[[ EXERCISE DATA, beginning ]]
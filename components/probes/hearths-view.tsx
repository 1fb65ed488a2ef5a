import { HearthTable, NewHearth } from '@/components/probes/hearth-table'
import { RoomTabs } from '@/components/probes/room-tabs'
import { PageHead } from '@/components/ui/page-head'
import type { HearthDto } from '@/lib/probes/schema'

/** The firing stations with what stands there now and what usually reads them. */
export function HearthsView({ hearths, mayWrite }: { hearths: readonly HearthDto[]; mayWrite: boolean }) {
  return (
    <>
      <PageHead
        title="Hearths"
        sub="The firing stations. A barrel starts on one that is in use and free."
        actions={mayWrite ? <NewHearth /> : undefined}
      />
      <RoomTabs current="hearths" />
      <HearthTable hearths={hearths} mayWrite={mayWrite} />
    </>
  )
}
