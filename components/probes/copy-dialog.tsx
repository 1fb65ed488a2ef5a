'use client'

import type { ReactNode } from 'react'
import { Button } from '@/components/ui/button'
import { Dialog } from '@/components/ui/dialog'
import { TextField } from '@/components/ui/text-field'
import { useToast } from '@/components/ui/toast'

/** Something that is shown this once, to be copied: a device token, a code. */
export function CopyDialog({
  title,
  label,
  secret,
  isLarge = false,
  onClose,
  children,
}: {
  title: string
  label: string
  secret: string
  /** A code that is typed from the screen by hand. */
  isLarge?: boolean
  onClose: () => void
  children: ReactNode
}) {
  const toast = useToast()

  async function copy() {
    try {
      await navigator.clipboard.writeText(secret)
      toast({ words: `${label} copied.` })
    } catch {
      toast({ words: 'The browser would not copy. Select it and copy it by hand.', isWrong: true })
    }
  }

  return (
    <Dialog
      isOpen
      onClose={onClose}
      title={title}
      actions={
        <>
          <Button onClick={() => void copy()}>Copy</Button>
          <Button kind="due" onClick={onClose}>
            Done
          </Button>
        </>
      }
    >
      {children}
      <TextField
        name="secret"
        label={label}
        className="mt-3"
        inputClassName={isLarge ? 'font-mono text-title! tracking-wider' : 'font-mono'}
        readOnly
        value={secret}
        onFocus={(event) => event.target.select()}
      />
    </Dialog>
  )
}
[[ EXERCISE DATA, end ]]
[[ EXERCISE DATA, beginning ]]
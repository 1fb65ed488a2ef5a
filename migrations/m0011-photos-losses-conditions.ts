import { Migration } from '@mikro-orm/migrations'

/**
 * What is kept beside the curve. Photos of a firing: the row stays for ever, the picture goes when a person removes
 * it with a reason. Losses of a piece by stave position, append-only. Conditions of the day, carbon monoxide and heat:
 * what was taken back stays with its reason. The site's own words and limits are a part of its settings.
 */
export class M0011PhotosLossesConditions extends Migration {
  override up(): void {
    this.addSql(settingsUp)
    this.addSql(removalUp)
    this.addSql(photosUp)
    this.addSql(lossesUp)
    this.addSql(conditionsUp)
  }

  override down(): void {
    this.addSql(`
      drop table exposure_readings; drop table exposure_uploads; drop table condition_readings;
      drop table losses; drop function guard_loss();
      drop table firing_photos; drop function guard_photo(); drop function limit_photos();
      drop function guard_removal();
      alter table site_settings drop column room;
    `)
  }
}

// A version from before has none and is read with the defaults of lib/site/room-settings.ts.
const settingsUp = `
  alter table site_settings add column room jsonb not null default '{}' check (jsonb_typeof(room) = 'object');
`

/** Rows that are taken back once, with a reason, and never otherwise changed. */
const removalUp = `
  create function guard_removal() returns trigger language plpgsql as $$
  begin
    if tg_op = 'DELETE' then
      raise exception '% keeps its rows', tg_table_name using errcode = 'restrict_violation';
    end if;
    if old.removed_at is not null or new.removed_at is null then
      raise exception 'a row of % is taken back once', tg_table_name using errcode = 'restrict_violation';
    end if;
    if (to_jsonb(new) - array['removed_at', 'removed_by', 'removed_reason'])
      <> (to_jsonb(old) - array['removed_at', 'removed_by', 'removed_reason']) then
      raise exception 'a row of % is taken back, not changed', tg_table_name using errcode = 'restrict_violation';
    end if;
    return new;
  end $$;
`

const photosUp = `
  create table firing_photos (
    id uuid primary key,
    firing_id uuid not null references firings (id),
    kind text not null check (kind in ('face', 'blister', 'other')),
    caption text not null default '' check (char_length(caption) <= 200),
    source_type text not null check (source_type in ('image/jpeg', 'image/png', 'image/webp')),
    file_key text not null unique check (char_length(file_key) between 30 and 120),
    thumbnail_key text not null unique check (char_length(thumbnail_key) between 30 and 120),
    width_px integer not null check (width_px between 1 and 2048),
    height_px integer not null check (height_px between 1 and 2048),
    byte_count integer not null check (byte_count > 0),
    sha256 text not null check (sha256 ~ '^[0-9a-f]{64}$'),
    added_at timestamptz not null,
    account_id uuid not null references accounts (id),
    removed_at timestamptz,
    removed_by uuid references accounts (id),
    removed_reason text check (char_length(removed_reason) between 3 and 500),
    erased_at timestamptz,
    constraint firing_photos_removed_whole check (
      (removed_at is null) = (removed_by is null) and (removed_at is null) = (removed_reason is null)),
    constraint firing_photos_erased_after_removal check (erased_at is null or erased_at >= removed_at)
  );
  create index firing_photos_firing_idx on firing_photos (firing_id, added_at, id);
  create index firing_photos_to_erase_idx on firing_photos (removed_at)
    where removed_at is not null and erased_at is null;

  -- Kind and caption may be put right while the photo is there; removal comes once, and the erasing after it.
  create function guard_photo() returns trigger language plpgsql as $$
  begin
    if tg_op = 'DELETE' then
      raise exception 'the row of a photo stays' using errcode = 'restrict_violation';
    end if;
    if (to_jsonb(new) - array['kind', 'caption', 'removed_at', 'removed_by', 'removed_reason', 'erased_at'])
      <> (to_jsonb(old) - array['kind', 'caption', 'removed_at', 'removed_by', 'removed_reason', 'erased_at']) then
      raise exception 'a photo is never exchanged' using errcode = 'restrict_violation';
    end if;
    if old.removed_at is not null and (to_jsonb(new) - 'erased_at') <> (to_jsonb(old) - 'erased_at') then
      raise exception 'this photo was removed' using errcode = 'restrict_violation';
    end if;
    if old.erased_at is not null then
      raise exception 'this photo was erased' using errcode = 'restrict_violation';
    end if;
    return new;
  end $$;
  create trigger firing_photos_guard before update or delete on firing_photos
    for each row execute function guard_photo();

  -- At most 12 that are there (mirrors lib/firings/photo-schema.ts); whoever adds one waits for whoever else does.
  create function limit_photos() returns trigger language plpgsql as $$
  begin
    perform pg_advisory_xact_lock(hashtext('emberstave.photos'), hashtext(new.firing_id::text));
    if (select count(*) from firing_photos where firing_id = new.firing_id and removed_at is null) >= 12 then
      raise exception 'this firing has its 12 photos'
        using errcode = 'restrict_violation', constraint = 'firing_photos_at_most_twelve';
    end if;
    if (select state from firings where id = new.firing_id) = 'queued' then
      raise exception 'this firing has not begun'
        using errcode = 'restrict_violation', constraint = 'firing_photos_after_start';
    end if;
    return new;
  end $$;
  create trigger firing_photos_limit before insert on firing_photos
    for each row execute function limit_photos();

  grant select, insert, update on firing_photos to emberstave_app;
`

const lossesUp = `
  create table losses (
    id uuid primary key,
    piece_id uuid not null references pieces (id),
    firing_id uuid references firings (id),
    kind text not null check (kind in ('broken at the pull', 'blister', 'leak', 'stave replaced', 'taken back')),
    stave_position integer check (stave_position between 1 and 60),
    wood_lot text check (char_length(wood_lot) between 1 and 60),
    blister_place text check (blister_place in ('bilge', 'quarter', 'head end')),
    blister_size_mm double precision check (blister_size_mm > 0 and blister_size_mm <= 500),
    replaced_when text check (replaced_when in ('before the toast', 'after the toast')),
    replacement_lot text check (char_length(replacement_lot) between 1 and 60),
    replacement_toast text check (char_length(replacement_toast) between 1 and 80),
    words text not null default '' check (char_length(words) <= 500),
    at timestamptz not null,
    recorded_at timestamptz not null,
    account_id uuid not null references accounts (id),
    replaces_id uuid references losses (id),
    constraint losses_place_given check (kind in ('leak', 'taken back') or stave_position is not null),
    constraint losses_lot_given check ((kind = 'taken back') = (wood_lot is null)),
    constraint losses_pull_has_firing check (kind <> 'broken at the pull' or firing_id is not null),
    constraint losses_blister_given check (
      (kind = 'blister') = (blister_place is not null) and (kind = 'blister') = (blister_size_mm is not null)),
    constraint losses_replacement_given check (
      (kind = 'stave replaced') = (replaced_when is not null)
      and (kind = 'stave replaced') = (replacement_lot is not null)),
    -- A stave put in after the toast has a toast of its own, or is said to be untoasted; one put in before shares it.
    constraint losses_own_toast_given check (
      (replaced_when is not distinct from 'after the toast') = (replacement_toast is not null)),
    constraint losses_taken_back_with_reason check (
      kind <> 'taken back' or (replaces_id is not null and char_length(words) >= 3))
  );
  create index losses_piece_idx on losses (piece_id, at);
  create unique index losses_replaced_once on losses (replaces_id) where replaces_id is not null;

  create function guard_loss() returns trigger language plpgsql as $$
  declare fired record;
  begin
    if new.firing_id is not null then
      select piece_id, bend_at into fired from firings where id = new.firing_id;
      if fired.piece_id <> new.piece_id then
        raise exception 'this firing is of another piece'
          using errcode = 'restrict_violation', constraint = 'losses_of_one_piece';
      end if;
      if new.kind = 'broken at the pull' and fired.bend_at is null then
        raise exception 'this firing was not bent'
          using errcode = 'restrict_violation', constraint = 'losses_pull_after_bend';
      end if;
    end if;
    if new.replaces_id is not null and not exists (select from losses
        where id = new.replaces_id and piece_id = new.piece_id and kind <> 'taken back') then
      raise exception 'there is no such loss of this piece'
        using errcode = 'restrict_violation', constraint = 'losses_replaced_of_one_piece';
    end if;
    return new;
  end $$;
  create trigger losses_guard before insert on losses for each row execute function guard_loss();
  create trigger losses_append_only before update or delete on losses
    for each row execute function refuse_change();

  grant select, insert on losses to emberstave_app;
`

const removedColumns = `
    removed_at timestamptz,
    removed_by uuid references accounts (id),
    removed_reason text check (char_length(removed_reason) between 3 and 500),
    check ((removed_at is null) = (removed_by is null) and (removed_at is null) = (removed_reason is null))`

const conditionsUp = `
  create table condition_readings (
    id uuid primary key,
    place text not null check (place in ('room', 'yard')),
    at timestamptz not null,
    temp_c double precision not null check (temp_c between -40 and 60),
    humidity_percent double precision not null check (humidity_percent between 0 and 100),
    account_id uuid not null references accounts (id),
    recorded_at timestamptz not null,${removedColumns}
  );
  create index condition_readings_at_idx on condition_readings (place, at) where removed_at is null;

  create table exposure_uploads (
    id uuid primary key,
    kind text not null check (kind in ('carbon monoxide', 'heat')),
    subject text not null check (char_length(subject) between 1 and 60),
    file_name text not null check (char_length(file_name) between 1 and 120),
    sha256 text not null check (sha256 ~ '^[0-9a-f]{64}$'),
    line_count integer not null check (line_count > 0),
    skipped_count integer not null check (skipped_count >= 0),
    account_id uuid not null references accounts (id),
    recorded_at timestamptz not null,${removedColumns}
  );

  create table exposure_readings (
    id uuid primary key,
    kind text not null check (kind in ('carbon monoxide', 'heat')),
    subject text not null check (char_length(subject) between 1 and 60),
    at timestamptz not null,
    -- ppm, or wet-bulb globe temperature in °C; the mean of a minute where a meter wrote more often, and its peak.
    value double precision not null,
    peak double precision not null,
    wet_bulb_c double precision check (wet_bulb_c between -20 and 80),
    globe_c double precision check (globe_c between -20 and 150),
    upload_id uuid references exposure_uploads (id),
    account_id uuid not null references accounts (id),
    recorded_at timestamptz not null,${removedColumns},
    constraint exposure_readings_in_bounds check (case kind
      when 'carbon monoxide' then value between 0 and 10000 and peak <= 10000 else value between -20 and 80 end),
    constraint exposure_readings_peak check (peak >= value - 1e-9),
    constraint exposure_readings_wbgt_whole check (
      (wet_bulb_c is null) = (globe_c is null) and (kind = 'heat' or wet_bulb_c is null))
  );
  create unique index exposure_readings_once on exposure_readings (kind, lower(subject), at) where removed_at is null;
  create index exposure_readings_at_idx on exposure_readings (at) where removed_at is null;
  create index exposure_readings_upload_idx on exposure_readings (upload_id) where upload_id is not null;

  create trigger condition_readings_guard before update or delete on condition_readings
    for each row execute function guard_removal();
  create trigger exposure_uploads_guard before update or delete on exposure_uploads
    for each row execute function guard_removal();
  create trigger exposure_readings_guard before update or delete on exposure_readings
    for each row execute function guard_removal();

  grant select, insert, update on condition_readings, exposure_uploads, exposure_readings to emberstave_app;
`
[[ EXERCISE DATA, end ]]
[[ EXERCISE DATA, beginning ]]
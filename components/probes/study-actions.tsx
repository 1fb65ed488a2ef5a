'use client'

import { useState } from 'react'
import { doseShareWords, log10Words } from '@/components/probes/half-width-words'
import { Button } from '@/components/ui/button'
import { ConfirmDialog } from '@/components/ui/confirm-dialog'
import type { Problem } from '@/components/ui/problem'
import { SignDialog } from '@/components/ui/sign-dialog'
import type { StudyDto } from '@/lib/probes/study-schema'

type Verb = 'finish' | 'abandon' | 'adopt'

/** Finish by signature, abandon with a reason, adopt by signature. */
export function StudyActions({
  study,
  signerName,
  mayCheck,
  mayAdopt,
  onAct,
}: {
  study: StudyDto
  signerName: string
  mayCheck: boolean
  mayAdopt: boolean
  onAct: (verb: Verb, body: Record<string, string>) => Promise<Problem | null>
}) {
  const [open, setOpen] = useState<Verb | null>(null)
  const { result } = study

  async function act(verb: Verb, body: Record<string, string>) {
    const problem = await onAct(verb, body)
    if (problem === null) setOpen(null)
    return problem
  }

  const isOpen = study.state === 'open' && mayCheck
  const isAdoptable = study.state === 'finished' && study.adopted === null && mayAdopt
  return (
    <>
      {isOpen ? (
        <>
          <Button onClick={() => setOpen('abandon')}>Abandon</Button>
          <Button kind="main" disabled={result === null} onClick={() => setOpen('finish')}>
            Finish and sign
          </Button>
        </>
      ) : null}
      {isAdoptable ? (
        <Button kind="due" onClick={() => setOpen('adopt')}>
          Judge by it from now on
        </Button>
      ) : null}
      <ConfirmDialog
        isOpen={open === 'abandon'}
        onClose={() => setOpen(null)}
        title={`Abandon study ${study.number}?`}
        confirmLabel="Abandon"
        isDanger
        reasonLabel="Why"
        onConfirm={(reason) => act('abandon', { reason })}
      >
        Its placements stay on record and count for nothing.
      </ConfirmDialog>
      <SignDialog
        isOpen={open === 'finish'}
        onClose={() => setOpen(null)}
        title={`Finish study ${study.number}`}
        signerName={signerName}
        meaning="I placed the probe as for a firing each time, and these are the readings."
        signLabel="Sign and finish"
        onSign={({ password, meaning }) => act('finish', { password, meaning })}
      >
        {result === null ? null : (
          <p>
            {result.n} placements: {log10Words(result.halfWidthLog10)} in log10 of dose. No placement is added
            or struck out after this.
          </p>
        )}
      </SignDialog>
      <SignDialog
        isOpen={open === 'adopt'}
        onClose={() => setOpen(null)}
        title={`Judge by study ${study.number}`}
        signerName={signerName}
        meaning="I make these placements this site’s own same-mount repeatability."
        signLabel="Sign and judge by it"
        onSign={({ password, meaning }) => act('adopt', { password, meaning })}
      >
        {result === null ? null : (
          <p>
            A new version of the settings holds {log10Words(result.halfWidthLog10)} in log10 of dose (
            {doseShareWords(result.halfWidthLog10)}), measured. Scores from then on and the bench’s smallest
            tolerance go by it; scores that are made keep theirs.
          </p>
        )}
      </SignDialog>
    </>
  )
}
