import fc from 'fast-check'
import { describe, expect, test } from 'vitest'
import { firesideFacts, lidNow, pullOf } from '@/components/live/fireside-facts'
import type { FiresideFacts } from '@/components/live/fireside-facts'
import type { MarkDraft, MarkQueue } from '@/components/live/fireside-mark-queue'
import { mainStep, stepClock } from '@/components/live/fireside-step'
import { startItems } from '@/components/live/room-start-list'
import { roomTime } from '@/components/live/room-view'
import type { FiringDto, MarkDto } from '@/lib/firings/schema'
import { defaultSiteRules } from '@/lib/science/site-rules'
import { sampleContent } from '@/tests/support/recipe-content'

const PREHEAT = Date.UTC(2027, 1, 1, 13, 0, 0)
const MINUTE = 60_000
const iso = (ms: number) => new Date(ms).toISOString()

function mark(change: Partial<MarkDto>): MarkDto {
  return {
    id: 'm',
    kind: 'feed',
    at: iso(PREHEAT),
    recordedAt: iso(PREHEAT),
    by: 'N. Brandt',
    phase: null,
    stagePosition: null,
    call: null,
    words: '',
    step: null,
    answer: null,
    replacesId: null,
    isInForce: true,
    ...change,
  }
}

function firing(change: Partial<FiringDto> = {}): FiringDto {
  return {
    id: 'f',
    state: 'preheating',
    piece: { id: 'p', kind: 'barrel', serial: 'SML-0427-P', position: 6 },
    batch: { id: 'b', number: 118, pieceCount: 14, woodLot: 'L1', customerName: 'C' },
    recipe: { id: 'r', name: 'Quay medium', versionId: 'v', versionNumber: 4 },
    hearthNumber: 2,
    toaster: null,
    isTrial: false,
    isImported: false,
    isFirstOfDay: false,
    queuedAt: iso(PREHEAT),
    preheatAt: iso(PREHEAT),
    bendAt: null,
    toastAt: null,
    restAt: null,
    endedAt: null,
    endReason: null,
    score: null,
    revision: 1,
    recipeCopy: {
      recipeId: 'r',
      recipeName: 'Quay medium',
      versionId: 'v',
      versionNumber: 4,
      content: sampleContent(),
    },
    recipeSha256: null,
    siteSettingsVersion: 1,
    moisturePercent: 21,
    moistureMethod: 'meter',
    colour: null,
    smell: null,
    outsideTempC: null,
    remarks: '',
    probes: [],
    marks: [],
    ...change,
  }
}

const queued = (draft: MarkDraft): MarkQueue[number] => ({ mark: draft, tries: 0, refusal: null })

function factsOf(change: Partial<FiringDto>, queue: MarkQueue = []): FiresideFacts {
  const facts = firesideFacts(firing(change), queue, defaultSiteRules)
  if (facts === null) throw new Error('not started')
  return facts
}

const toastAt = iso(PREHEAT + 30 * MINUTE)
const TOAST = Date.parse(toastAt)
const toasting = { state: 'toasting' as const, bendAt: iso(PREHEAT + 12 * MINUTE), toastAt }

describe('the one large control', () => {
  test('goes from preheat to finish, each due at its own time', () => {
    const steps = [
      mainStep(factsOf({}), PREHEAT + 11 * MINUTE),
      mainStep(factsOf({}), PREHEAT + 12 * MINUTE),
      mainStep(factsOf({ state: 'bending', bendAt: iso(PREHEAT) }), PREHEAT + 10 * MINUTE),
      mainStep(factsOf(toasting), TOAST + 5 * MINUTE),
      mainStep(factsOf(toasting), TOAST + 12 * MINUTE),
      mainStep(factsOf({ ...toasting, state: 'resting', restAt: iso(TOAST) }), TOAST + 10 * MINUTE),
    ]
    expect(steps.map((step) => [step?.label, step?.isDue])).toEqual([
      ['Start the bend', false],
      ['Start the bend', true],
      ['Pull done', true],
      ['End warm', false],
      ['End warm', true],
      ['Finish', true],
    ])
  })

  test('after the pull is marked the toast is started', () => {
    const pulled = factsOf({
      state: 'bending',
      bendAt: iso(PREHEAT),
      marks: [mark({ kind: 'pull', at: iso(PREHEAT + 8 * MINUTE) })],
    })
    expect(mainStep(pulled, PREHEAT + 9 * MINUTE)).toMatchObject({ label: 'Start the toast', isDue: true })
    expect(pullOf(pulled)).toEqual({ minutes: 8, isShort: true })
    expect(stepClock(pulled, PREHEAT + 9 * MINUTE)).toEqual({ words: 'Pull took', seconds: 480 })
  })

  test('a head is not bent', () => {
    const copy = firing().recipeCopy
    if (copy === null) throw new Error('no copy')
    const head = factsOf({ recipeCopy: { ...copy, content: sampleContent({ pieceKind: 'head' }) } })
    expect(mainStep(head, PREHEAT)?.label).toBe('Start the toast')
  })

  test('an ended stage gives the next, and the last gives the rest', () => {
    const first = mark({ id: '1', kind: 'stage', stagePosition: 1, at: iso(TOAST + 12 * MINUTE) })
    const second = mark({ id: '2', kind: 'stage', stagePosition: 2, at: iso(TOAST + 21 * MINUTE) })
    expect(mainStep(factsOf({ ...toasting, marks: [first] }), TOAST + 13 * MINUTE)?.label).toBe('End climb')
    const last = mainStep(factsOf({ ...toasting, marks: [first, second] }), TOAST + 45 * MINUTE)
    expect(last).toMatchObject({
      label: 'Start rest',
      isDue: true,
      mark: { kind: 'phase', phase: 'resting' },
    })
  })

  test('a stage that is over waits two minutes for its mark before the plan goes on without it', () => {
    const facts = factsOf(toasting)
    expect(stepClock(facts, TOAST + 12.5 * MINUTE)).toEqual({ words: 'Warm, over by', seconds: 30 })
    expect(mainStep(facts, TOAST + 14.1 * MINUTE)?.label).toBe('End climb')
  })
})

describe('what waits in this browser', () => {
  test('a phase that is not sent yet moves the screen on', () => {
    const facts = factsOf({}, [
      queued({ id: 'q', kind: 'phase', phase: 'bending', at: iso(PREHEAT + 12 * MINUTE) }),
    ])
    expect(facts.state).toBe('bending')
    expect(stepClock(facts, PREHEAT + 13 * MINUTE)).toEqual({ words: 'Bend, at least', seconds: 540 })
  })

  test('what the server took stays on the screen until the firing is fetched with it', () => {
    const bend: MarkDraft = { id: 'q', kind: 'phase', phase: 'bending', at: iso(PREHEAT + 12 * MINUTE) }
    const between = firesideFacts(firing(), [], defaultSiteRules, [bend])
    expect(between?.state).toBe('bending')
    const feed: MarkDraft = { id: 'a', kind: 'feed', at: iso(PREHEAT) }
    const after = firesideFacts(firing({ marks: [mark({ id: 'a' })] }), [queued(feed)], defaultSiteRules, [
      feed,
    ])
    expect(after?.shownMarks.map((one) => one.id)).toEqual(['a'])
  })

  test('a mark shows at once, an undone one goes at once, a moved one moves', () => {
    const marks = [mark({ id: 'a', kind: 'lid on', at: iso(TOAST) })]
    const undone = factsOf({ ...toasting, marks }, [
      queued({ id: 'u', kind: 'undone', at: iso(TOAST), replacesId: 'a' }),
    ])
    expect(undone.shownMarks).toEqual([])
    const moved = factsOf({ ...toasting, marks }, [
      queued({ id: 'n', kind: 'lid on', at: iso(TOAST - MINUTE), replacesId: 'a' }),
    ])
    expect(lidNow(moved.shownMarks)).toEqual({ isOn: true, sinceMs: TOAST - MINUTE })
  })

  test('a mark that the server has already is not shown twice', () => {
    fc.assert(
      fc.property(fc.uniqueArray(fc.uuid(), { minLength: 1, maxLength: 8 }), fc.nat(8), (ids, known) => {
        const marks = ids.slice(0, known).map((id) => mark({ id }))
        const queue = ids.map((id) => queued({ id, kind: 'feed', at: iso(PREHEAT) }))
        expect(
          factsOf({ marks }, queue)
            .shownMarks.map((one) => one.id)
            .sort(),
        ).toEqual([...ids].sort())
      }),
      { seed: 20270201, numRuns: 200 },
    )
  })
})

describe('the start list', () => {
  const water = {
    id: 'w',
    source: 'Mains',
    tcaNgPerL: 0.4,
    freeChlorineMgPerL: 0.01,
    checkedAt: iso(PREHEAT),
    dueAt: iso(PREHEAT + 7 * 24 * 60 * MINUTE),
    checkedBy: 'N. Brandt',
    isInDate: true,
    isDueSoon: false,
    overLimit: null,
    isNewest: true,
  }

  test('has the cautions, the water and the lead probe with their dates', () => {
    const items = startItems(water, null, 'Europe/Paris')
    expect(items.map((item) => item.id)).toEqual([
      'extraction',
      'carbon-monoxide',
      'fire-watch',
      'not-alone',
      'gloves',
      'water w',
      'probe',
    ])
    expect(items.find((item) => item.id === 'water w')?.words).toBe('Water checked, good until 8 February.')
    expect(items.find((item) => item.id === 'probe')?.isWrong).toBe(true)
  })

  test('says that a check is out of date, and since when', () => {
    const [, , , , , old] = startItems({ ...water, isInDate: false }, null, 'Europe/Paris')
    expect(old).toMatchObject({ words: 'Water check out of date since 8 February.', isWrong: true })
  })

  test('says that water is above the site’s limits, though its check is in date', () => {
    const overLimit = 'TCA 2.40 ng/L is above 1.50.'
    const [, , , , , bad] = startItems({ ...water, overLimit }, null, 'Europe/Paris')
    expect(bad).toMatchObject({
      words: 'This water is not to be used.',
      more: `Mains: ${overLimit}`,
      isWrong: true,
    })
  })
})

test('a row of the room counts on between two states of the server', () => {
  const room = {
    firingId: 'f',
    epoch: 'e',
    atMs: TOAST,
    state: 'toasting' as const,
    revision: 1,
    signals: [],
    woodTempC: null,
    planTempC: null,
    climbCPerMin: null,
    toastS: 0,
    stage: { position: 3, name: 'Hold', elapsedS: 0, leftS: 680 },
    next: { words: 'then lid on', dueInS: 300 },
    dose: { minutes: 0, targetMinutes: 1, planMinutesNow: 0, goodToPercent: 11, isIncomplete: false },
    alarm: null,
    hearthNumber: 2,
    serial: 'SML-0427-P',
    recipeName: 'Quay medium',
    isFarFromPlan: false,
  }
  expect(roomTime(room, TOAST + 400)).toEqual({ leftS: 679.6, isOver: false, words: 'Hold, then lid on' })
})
[[ EXERCISE DATA, end ]]
REQUIRED WORK: Find every line in the records that has the word "content". Then report the count alone.

RESPONSE FOR THIS EXERCISE: 3